Hotels >Regus/ Hq
There are better options out there.....
I don’t have too much that is positive to say about Regus in the Portland area. The obvious question for anyone reading this is: was my experience an isolated incident, or is this how these people conduct business?
My research since becoming a client of Regus is that deceitful and unscrupulous practices are a trademark of this company. For anyone interested in hearing about other people’s stories, simply type “Regus Fraud” into Google and read the countless stories that have been posted on blogs by current and past clients, as well as employees of Regus. I can assure you the stories you will see are consistent with my experience dealing with Regus here in Portland and LO.
In terms of my own experience, I offer a few points. This is by no means a comprehensive list of the issues I had, but just a few of the highlights in order to offer a taste of what sort of company this is.
1. Regus lures clients in the door with promises of cheap rent and first-class accommodations. This is half true – the offices are nice. However, the rates you see advertised are terribly misleading.

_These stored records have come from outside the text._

//! Scenarios: a chamber, its starting state and a script of operator actions
//! at data times.

use std::fmt;
use std::str::FromStr;

use super::gauges::GaugeId;
use super::model::{
    MBAR_L_S, N_SPECIES, Plant, VirtualLeak, air_with_water, dry_vent_gas, humid_air,
};
use crate::units::ZERO_CELSIUS_K;

/// A scripted run of the simulated chamber.
#[derive(Debug, Clone, Copy, PartialEq, Eq, Hash, Default)]
pub enum Scenario {
    /// From atmosphere: roughing, crossover, then hours of high-vacuum tail.
    #[default]
    Pumpdown,
    /// A chamber with a real leak: pump down, spray helium, isolate; the
    /// pressure rises linearly.
    LeakCheck,
    /// A tight chamber with a trapped volume: isolate; the rise flattens.
    Outgassing,
    /// Pump down to base, hold argon at a set pressure, stop, recover.
    Process,
    /// Pump down, bake the walls at 150 °C, cool, reach a lower base pressure.
    Bakeout,
    /// Everything at once in 40 minutes, for a first look at the tool.
    Demo,
}

impl Scenario {
    /// Every scenario.
    pub const ALL: [Scenario; 6] = [
        Scenario::Pumpdown,
        Scenario::LeakCheck,
        Scenario::Outgassing,
        Scenario::Process,
        Scenario::Bakeout,
        Scenario::Demo,
    ];

    /// The scenario's name on the command line.
    pub fn as_str(self) -> &'static str {
        match self {
            Scenario::Pumpdown => "pumpdown",
            Scenario::LeakCheck => "leak-check",
            Scenario::Outgassing => "outgassing",
            Scenario::Process => "process",
            Scenario::Bakeout => "bakeout",
            Scenario::Demo => "demo",
        }
    }

    /// One line on what the scenario shows.
    pub fn description(self) -> &'static str {
        match self {
            Scenario::Pumpdown => {
                "8 h pump-down from atmosphere: roughing, crossover at 0.1 mbar, water-dominated 1/t tail"
            }
            Scenario::LeakCheck => {
                "2.5 h: pump-down stalls near 1e-5 mbar, helium spray at the leak, 10 min rate-of-rise (linear)"
            }
            Scenario::Outgassing => {
                "3 h: pump-down, 40 min rate-of-rise that flattens (outgassing and a virtual leak, no real leak)"
            }
            Scenario::Process => {
                "2.5 h: pump-down, 30 min argon at 5e-3 mbar with the gate throttled, recovery"
            }
            Scenario::Bakeout => {
                "22 h: 4 h pump-down, 10 h bake at 150 C, 8 h cool-down to a lower base pressure"
            }
            Scenario::Demo => {
                "40 min: pump-down, base below 5e-6 mbar, gauge fault, argon step, air burst, vent"
            }
        }
    }
}

impl fmt::Display for Scenario {
    fn fmt(&self, f: &mut fmt::Formatter<'_>) -> fmt::Result {
        f.write_str(self.as_str())
    }
}

impl FromStr for Scenario {
    type Err = String;
    fn from_str(s: &str) -> Result<Self, Self::Err> {
        let s = s.trim();
        Scenario::ALL
            .into_iter()
            .find(|sc| sc.as_str().eq_ignore_ascii_case(s))
            .ok_or_else(|| {
                let hint = crate::suggest::nearest(s, Scenario::ALL.iter().map(|sc| sc.as_str()))
                    .map(|n| format!(" (did you mean \"{n}\"?)"))
                    .unwrap_or_default();
                format!(
                    "unknown scenario \"{s}\"{hint}; expected one of {}",
                    Scenario::ALL.map(Scenario::as_str).join(", ")
                )
            })
    }
}

/// An operator action.
#[derive(Debug, Clone, Copy, PartialEq)]
pub enum Action {
    /// Start the high-vacuum pump, close the vent and pump: rough first when
    /// above crossover, then open the gate once below it with the pump at
    /// speed.
    Pump,
    /// Close the gate and the roughing valve (rate-of-rise test).
    Isolate,
    /// Set the gate opening, 0…1.
    Throttle(f64),
    /// Start argon, the flow controlled to hold this total pressure, Pa.
    ArgonOn(f64),
    /// Stop argon.
    ArgonOff,
    /// Heat the walls toward a temperature, K, ramping the setpoint at K/s.
    HeaterOn {
        /// Target, K.
        target_k: f64,
        /// Setpoint ramp, K/s.
        ramp_k_s: f64,
    },
    /// Heater off; the walls cool toward room temperature.
    HeaterOff,
    /// Spray helium on the real leak (true) or stop (false).
    HeliumSpray(bool),
    /// An air burst starting at this throughput, Pa·m³/s, and decaying with
    /// this time constant, s.
    Burst(f64, f64),
    /// A gauge fault lasting this long, s.
    Dropout(GaugeId, f64),
    /// Close gate and roughing valve, stop the high-vacuum pump, open the vent.
    Vent,
}

/// A scenario made concrete.
#[derive(Debug, Clone, PartialEq)]
pub struct Setup {
    /// Chamber name.
    pub chamber_name: &'static str,
    /// The plant.
    pub plant: Plant,
    /// Gas filling the chamber at the start (mole fractions, at atmosphere).
    pub initial_gas: [f64; N_SPECIES],
    /// Length of the script, s.
    pub duration_s: f64,
    /// Actions at data times, s, in order.
    pub script: Vec<(f64, Action)>,
}

/// Hours to seconds.
const H: f64 = 3600.0;
/// Minutes to seconds.
const MIN: f64 = 60.0;

/// The setup of a scenario.
pub fn setup(scenario: Scenario) -> Setup {
    let standard = Plant::standard();
    let base = Setup {
        chamber_name: "Coater C-2, thin-film bay (simulated)",
        plant: standard.clone(),
        initial_gas: humid_air(),
        duration_s: 0.0,
        script: vec![(0.0, Action::Pump)],
    };
    let process_pa = 5e-3 * 100.0;
    match scenario {
        Scenario::Pumpdown => Setup {
            duration_s: 8.0 * H,
            ..base
        },
        Scenario::LeakCheck => Setup {
            plant: Plant {
                leak_pa_m3_s: 2e-3 * MBAR_L_S,
                ..standard
            },
            duration_s: 2.5 * H,
            script: vec![
                (0.0, Action::Pump),
                (1.5 * H, Action::HeliumSpray(true)),
                (1.5 * H + 2.0 * MIN, Action::HeliumSpray(false)),
                (2.0 * H, Action::Isolate),
                (2.0 * H + 10.0 * MIN, Action::Pump),
            ],
            ..base
        },
        Scenario::Outgassing => Setup {
            plant: Plant {
                // 50 cm³ trapped behind a gap of 4e-8 m³/s: drains with a
                // time constant of about 20 min (own estimate).
                virtual_leak: Some(VirtualLeak {
                    volume_m3: 50e-6,
                    conductance_air_m3_s: 4e-8,
                }),
                ..standard
            },
            duration_s: 3.0 * H,
            script: vec![
                (0.0, Action::Pump),
                (2.0 * H, Action::Isolate),
                (2.0 * H + 40.0 * MIN, Action::Pump),
            ],
            ..base
        },
        Scenario::Process => Setup {
            duration_s: 2.5 * H,
            script: vec![
                (0.0, Action::Pump),
                (1.5 * H, Action::Throttle(0.25)),
                (1.5 * H, Action::ArgonOn(process_pa)),
                (2.0 * H, Action::ArgonOff),
                (2.0 * H, Action::Throttle(1.0)),
            ],
            ..base
        },
        Scenario::Bakeout => Setup {
            duration_s: 22.0 * H,
            script: vec![
                (0.0, Action::Pump),
                (
                    4.0 * H,
                    Action::HeaterOn {
                        target_k: ZERO_CELSIUS_K + 150.0,
                        ramp_k_s: 2.0 / MIN,
                    },
                ),
                (14.0 * H, Action::HeaterOff),
            ],
            ..base
        },
        Scenario::Demo => Setup {
            // Vented with dry nitrogen and opened only briefly, so the walls
            // hold less water (as if in equilibrium with ~80 Pa of water
            // vapour) and base pressure comes within minutes; vented with
            // dry nitrogen again at the end.
            plant: Plant {
                vent_gas: dry_vent_gas(),
                ..standard
            },
            initial_gas: air_with_water(80.0 / crate::units::ATM_PA),
            duration_s: 40.0 * MIN,
            script: vec![
                (0.0, Action::Pump),
                (15.0 * MIN, Action::Dropout(GaugeId::Chamber, 20.0)),
                (20.0 * MIN, Action::Throttle(0.25)),
                (20.0 * MIN, Action::ArgonOn(process_pa)),
                (28.0 * MIN, Action::ArgonOff),
                (28.0 * MIN, Action::Throttle(1.0)),
                (31.0 * MIN, Action::Burst(5e-2 * MBAR_L_S, 15.0)),
                (35.0 * MIN, Action::Vent),
            ],
            ..base
        },
    }
}

#[cfg(test)]
mod tests {
    use super::*;

    #[test]
    fn names_round_trip() {
        for s in Scenario::ALL {
            assert_eq!(s.as_str().parse::<Scenario>(), Ok(s));
            assert!(!s.description().is_empty());
        }
        let err = "leakcheck".parse::<Scenario>().expect_err("not a name");
        assert!(err.contains("leak-check"), "{err}");
    }

    #[test]
    fn scripts_are_in_time_order_and_inside_the_run() {
        for s in Scenario::ALL {
            let setup = setup(s);
            assert!(setup.script.windows(2).all(|w| w[0].0 <= w[1].0), "{s}");
            assert!(
                setup.script.iter().all(|(t, _)| *t < setup.duration_s),
                "{s}"
            );
        }
    }
}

For example, the competition in the area quotes rates inclusive of most ancillary services, while Regus does not. Want a phone? $100/mo. Want a phone line? That’s another $50/mo. Internet connection? $100/mo. Want to use the kitchen or a conference room? No joke – those too cost extra. Don’t go in thinking you’re getting a deal -- these guys are priced above the high-end of the market.
2. My billing was a disaster every single month, and never were the errors in my favor. Regus offers the option to have your rent billed to your credit card each month. This seems like a great deal – get air miles while paying your rent. WRONG. This was just an opportunity for Regus to continually overbill be and, I suppose, hope I would not notice. I don’t think in all my time at Regus that my credit card charge for a given month ever equaled my invoice. The central billing is a disaster, which makes it very tough to get them to reverse inaccurate charges. I spent a lot of time fighting with Regus each month over my bill.
3. When you leave Regus, per the contract you are automatically entered into a transitional services agreement. What this basically means is that Regus will collect your mail for 3 months for $250/mo. Again, this is mandatory, and is something the competition offers for free when clients leave. In my view this is a $750 tax for leaving Regus. Classy.
4. When I left Regus it was IMPOSSIBLE to get my damage deposit refunded, and Regus takes as a deposit the equivalent of 2 month’s rent, so the amount is not immaterial. Most of the other vendors I have found do not ask for any sort of damage deposit, but Regus does. Bottom line: don’t plan to get your damage deposit returned when you leave.
5. If you do not cancel your agreement within 90 days of the lease term (maybe it was 60 days, but I think it was 90), Regus automatically renews your agreement for another term (if you were on a 1-year contract, they will renew you for another year, for example). So, if you happen to forget to cancel, you have a problem, and Regus will hold you to the agreement. This is a clever way to trap clients into staying with them who would otherwise leave. Thankfully I did not fall into this trap, but I did know people who did.
In the Portland area there are lots of alternatives for this type of service – Advantage, Stoutt, Corner Office, etc. These other firms are out there, but you have to look for them. Trust me, however, when I tell you that it is worth it. The people at Regus are not ethical, which is very well documented.